» Action item:
Search the data for the string "plain" and extract every line where it appears.

______________________________

// The JSON Schema of a model's load cases, combinations and check groups (draft 2020-12), written
// as data like the rest of the schema. Case names in `factors` and `options.map` are the user's own,
// so those objects are open here and their values are checked by parseModel.
import { CASE_CATEGORIES, PRESET_NAMES } from "../combine/index.js";
import type { SchemaNode } from "./schema-parts.js";
import { MODEL_LIST_LIMIT } from "./schema-parts.js";

const PURPOSES = ["strength", "allowable-stress", "serviceability"] as const;

const name = (description: string): SchemaNode => ({ type: "string", minLength: 1, pattern: "\\S", description });

const factors: SchemaNode = {
  type: "object",
  title: "load factors by case",
  description: 'A factor (a plain number) per case name, for example { "D": 1.2, "L": 1.6 }. A case not named has factor 0.',
};

const selection: SchemaNode = {
  type: ["string", "array"],
  title: "a choice of combinations",
  description: 'Every combination of one purpose ("strength", "allowable-stress", "serviceability"), or a list of combination names.',
  items: { type: "string", minLength: 1 },
  maxItems: MODEL_LIST_LIMIT,
};

const deflectionLimit: SchemaNode = { type: ["number", "string"], title: 'a deflection limit such as "span/360" or a length' };

/** The schema definitions of cases, combinations, patterns, self-weight and check groups. */
export const combinationDefinitions = {
  loadCase: {
    type: "object",
    title: "a load case",
    required: ["name", "category"],
    properties: {
      name: name('The name the loads give in their "case".'),
      category: { enum: [...CASE_CATEGORIES], description: "What the case is, for the presets." },
      reversible: { type: "boolean", description: "Acts in both senses (wind, seismic): each combination is formed with + and - factors." },
      patterned: { type: "boolean", description: "Placed span by span on a member of more than one span (imposed floor load)." },
    },
    additionalProperties: false,
  },
  combination: {
    type: "object",
    title: "a combination or a preset",
    description: 'A preset { "preset", "options" } or one combination { "name", "purpose", "factors" }.',
    if: { required: ["preset"] },
    then: {
      properties: {
        preset: { enum: [...PRESET_NAMES], description: "A standard's combinations, held as data with their clauses." },
        options: { type: "object", title: "the preset's options", description: 'loadsNotActing, liveFactorException (ASCE 7 strength), expression, imposedCategory, snowSite (EN 1990), map { case: category }.' },
      },
      additionalProperties: false,
    },
    else: {
      required: ["name", "purpose", "factors"],
      properties: {
        name: name("A name a user reads."),
        purpose: { enum: [...PURPOSES], description: "What the combination is checked for." },
        factors,
        clause: { type: "string", description: "Where it comes from." },
      },
      additionalProperties: false,
    },
  },
  patterns: {
    type: "object",
    title: "the pattern search",
    properties: { cap: { type: "number", description: "All subsets of a patterned case's spans are searched up to this many spans (default 8, at most 16); beyond it, the standard patterns." } },
    additionalProperties: false,
  },
  selfWeight: {
    type: "object",
    title: "the member's own weight",
    required: ["unitWeight"],
    properties: {
      case: name('The dead case it forms. Default "self-weight".'),
      unitWeight: { type: ["number", "string"], description: 'Weight per volume, such as "77 kN/m^3" (a plain number is in the force unit per length unit cubed).' },
    },
    additionalProperties: false,
  },
  checkGroups: {
    type: "object",
    title: "checks per combination",
    properties: {
      stress: {
        type: "array",
        maxItems: MODEL_LIST_LIMIT,
        items: {
          type: "object",
          title: "a stress check group",
          required: ["name", "combinations"],
          properties: {
            name: name("The group's name in the utilisation table."),
            combinations: selection,
            bendingStress: { $ref: "#/$defs/stress", description: "Allowable bending stress (stress unit)." },
            shearStress: { $ref: "#/$defs/stress", description: "Allowable shear stress (stress unit)." },
          },
          additionalProperties: false,
        },
      },
      deflection: {
        type: "array",
        maxItems: MODEL_LIST_LIMIT,
        items: {
          type: "object",
          title: "a deflection check group",
          required: ["name", "limit"],
          properties: {
            name: name("The group's name in the utilisation table."),
            factors,
            combinations: selection,
            limit: { type: ["number", "string", "array"], title: 'a deflection limit such as "span/360", a length, or a list of them', items: deflectionLimit, maxItems: MODEL_LIST_LIMIT },
          },
          additionalProperties: false,
        },
      },
    },
    additionalProperties: false,
  },
} as const;

/** The top-level properties of a model file for cases and combinations. */
export const combinationProperties = {
  cases: { type: "array", maxItems: MODEL_LIST_LIMIT, items: { $ref: "#/$defs/loadCase" }, description: 'The load cases; each load names its case in "case".' },
  settlementCase: name("The case that holds the supports' settlements and prescribed rotations (they do not scale with a load factor)."),
  selfWeight: { $ref: "#/$defs/selfWeight" },
  combinations: { type: "array", maxItems: MODEL_LIST_LIMIT, items: { $ref: "#/$defs/combination" }, description: "Presets and combinations written out; needs cases." },
  patterns: { $ref: "#/$defs/patterns" },
  checkGroups: { $ref: "#/$defs/checkGroups" },
} as const;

______________________________

» Output below:
  description: 'A factor (a plain number) per case name, for example { "D": 1.2, "L": 1.6 }. A case not named has factor 0.',
      unitWeight: { type: ["number", "string"], description: 'Weight per volume, such as "77 kN/m^3" (a plain number is in the force unit per length unit cubed).' },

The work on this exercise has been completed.